Cal Clemens

No. 33
- Position: Blocking back

Personal information
- Born: July 1911 Omaha, Nebraska, or Oklahoma City, Oklahoma, U.S.
- Died: October 21, 1965 (aged 54) Los Angeles, California, U.S.
- Listed height: 6 ft 1 in (1.85 m)
- Listed weight: 195 lb (88 kg)

Career information
- High school: Central (Oklahoma City)
- College: USC (1931–1934)

Career history
- Los Angeles Maroons (1935); Green Bay Packers (1936); Los Angeles Bulldogs (1937);

Awards and highlights
- NFL champion (1936); National champion (1932); Second-team All-PCC (1934);
- Stats at Pro Football Reference

= Cal Clemens =

American football player (1911–1965)

Charles Calvin Clemens Jr. (July 1911 – October 21, 1965) was an American professional football player who was a blocking back. He played college football for the USC Trojans, earning All-Pacific Coast Conference (PCC) honors as a senior in 1934. After college, he played professionally with the Los Angeles Maroons in 1935, before joining the Green Bay Packers of the National Football League (NFL) in 1936. He won the NFL Championship with the Packers and concluded his career in 1937 with the Los Angeles Bulldogs.

==Early life==
According to Pro Football Reference and Pro Football Archives, Clemens was born in July 1911 (July 6 or 26), in either Omaha, Nebraska, or Oklahoma City, Oklahoma.
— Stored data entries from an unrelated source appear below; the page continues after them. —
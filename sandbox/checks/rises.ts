import type { Tempo } from "../timeline/tempo.ts";

/** Transitions of one direction (halves of flashes) of several groups of lights, in order of time. */
export interface Rises {
  readonly count: number;
  /** May be fractional. */
  readonly tick: Float64Array;
  readonly seconds: Float64Array;
  /** Index of the group. */
  readonly group: Uint32Array;
}

/** Beats are whole microseconds, so four events "a second apart" may lack a few of them. */
const ROUNDING_SECONDS = 0.0005;

/** Says whether two moments lie in one half-open second. */
export function isWithinSecond(first: number, last: number): boolean {
  return last - first < 1 - ROUNDING_SECONDS;
}

/** Gives the rises (or the falls) of groups in order of time; `ticks` holds those of each group, in order. */
export function listRises(ticks: readonly Float64Array[], tempo: Tempo): Rises {
  const count = ticks.reduce((sum, { length }) => sum + length, 0);
  const [tick, seconds, group] = [new Float64Array(count), new Float64Array(count), new Uint32Array(count)];
  let at = 0;
  ticks.forEach((own, index) => {
    for (const moment of own) {
      tick[at] = moment;
      seconds[at] = tempo.toSeconds(moment);
      group[at++] = index;
    }
  });
  const order = Uint32Array.from(group.keys()).sort((a, b) => (tick[a] ?? 0) - (tick[b] ?? 0));
  return {
    count,
    tick: tick.map((_, place) => tick[order[place] ?? 0] ?? 0),
    seconds: seconds.map((_, place) => seconds[order[place] ?? 0] ?? 0),
    group: group.map((_, place) => group[order[place] ?? 0] ?? 0),
  };
}

/** Rises that count as one: of `first` up to, not including, `end`. */
export interface RiseEvent {
  readonly tick: number;
  readonly seconds: number;
  /** Indexes of the groups that rise, each once. */
  readonly groups: readonly number[];
}

/** What makes rises an event. */
export interface EventMeasure {
  /** One or more weights of each group. */
  readonly weights: readonly Float64Array[];
  /**
   * Whether groups whose weights add up to `totals` make an event. Must hold for more groups when it
   * holds for some. `listGroups` costs as much as there are rises; call it last.
   */
  isEvent(totals: Float64Array, listGroups: () => readonly number[]): boolean;
}

/**
 * Gives the events of some rises, from the earliest on: those within `together` seconds of the first
 * one are taken together when the measure says so; else the first is left out and the next one tried.
 */
export function listEvents(rises: Rises, together: number, { weights, isEvent }: EventMeasure): RiseEvent[] {
  const { count, tick, seconds, group } = rises;
  const events: RiseEvent[] = [];
  const [groupCount, measures] = [weights[0]?.length ?? 0, weights.length];
  const inWindow = new Uint32Array(groupCount);
  const totals = new Float64Array(measures);
  let end = 0;
  let refusedUntil = -1;
  const add = (rise: number) => {
    const index = group[rise] ?? 0;
    const known = inWindow[index] ?? 0;
    inWindow[index] = known + 1;
    if (known > 0) return;
    for (let at = 0; at < measures; at++) totals[at] = (totals[at] ?? 0) + (weights[at]?.[index] ?? 0);
  };
  const remove = (rise: number) => {
    const index = group[rise] ?? 0;
    const left = (inWindow[index] ?? 1) - 1;
    inWindow[index] = left;
    if (left > 0) return;
    for (let at = 0; at < measures; at++) totals[at] = (totals[at] ?? 0) - (weights[at]?.[index] ?? 0);
  };
  for (let start = 0; start < count;) {
    while (end < count && (seconds[end] ?? 0) - (seconds[start] ?? 0) <= together) add(end++);
    const listGroups = () => [...new Set(group.subarray(start, end))];
    // Fewer rises of what was refused are refused, too.
    if (end > refusedUntil && isEvent(totals, listGroups)) {
      events.push({ tick: tick[start] ?? 0, seconds: seconds[start] ?? 0, groups: listGroups() });
      for (; start < end; start++) inWindow[group[start] ?? 0] = 0;
    } else {
      refusedUntil = end;
      remove(start++);
    }
    // Adding and taking away again leaves a rest of rounding behind.
    if (start === end) totals.fill(0);
  }
  return events;
}
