describe("POST /api/lineup/publish and GET /api/programme", () => {
  const programme = async () => (await server.call(contracts.lineup.programme, {})).body;

  it("shows families the last publication, and nothing that was changed since", async () => {
    agree();
    const row = forwarded();
    await place(row, "18:20");
    expect(await programme()).toMatchObject({
      eventName: "Quillhaven Winter Lights",
      publishedAt: null,
      nights: [],
      shows: [],
    });
    expect((await publish()).body).toEqual({ number: 1, publishedAt: server.clock.now() });
    const first = await programme();
    expect(first.shows).toEqual([
      expect.objectContaining({
        date: "2026-12-04",
        startsAt: "18:20",
        publicName: "Wren, Tarn Road",
        description: "The square lights up.",
      }),
    ]);
    const { slots: placed } = await getLineup();
    await move(placed[0].id, { startsAt: "18:40" });
    expect((await getLineup()).changeCount).toBe(1);
    expect(await programme()).toEqual(first);
    expect((await publish()).body.number).toBe(2);
    expect((await programme()).shows[0].startsAt).toBe("18:40");
    expect((await getLineup()).changeCount).toBe(0);
  });

  it("is refused while a stop stands, with the stops", async () => {
    const row = forwarded();
    await place(row, "18:00");
    addStop(row.versionId);
    expect((await publish()).body).toMatchObject({
      type: "/problems/lineup-has-stops",
      findings: [{ rule: "show-has-stop" }],
    });
  });

  it("answers already-done when nothing changed; a closed night is a change", async () => {
    await publish();
    expect((await publish()).body.type).toBe("/problems/already-done");
    await server.call(
      contracts.lineup.setNight,
      { params: { nightId: saturday.id }, body: { closedReason: "Storm" } },
      { as: coordinator },
    );
    expect((await publish()).body.number).toBe(2);
    expect((await programme()).nights).toContainEqual({ date: "2026-12-05", closedReason: "Storm" });
  });

  it("keeps every publication as it was", async () => {
    await publish();
    expect(() => server.db.update(lineupPublications).set({ number: 9 }).run()).toThrow(/insert-only/);
  });

  it("rolls tonight over at 04:00 of the event's zone", async () => {
    server.clock.advance(Date.UTC(2026, 11, 5, 8, 59) - server.clock.now());
    expect((await programme()).tonight).toBe("2026-12-04");
    server.clock.advance(60_000);
    expect((await programme()).tonight).toBe("2026-12-05");
  });

  it("answers everybody in a database without a season", async () => {
    const empty = createTestServer();
    const { status, body } = await empty.call(contracts.lineup.programme, {});
    expect(status).toBe(200);
    expect(body.shows).toEqual([]);
    empty.dispose();
  });
});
His father worked in the hotel business and the family moved several times as Clemens grew up. While living in Kansas, Clemens received a job working for a coal company, near a high school. After finishing his work, he watched the football team at the high school practice, which was how he started his career in the sport. After attending the high school for a year, his family moved to Oklahoma City. There, he attended Central High School and competed in football basketball, track and field and swimming. In football, he played as a two-way back and was one of Central's top players, while in swimming he broke a 40-year city record in the 40-yard freestyle event. His parents moved to Los Angeles at the start of Clemens's senior year but thought that he "was doing so well that he might as well finish his schooling at Oklahoma City". After graduating from high school, he moved to Los Angeles.

==College career==
Clemens enrolled at the University of Southern California (USC) in 1931. He played for the freshman football team that year and the Los Angeles Evening Post-Record noted that he "kicked, caught passes and played defensive football that must have made Trojan followers wish there were no such thing as a freshman rule (Note: Referring to the rule at the time that freshmen were not eligible to play on the varsity team.)". He served as captain of the freshman team. He then made the varsity team in 1932 and became the replacement for Erny Pinckert at right halfback. He was also used as a kicker. Similar to Pinckert, he was mainly used as a blocker. He contributed to the 1932 USC Trojans team which compiled an undefeated record of 10–0 and won the national championship. He remained a starter in 1933 as USC compiled a record of 10–1–1 with another national championship. That year, he was the "star" in USC's 19–0 win against Notre Dame and recorded an interception. Clemens returned in 1934 and played "consistently good ball in every appearance". After the season, he was invited to the East–West Shrine Game and was named the MVP for the West, which defeated the East by a score of 19–13. He was also selected All-PCC for the 1934 season.

==Professional career==
Clemens signed with the Los Angeles Maroons of the American Legion League in 1935. He appeared in four games, all as a starter, for the Maroons, including one game where he threw for two touchdowns and scored another two himself. He was selected to the American Legion All-Star team that played against the Detroit Lions of the NFL after the season. In August 1936, he signed to play for the Green Bay Packers. He appeared in nine games, three as a starter, for the Packers as a blocking back. After a game against the Boston Redskins, the Green Bay Press-Gazette reported that Clemens "broke up half a dozen forward passes and tackled like a sledge hammer". He helped the Packers win the 1936 NFL Championship Game. He played with the Los Angeles Bulldogs of the American Football League (AFL) in 1936, playing in four games and scoring a touchdown as the team won the league title with a record of 9–0.

==Later life and death==
After his playing career, Clemens served as a high-ranking official for the Shriners. He also worked as an assistant coach for the Loyola Marymount Lions and worked at a defense plant. With his wife, Susan, Clemens had two daughters. He was sick with cancer in his last years and died on October 21, 1965, at the age of 54.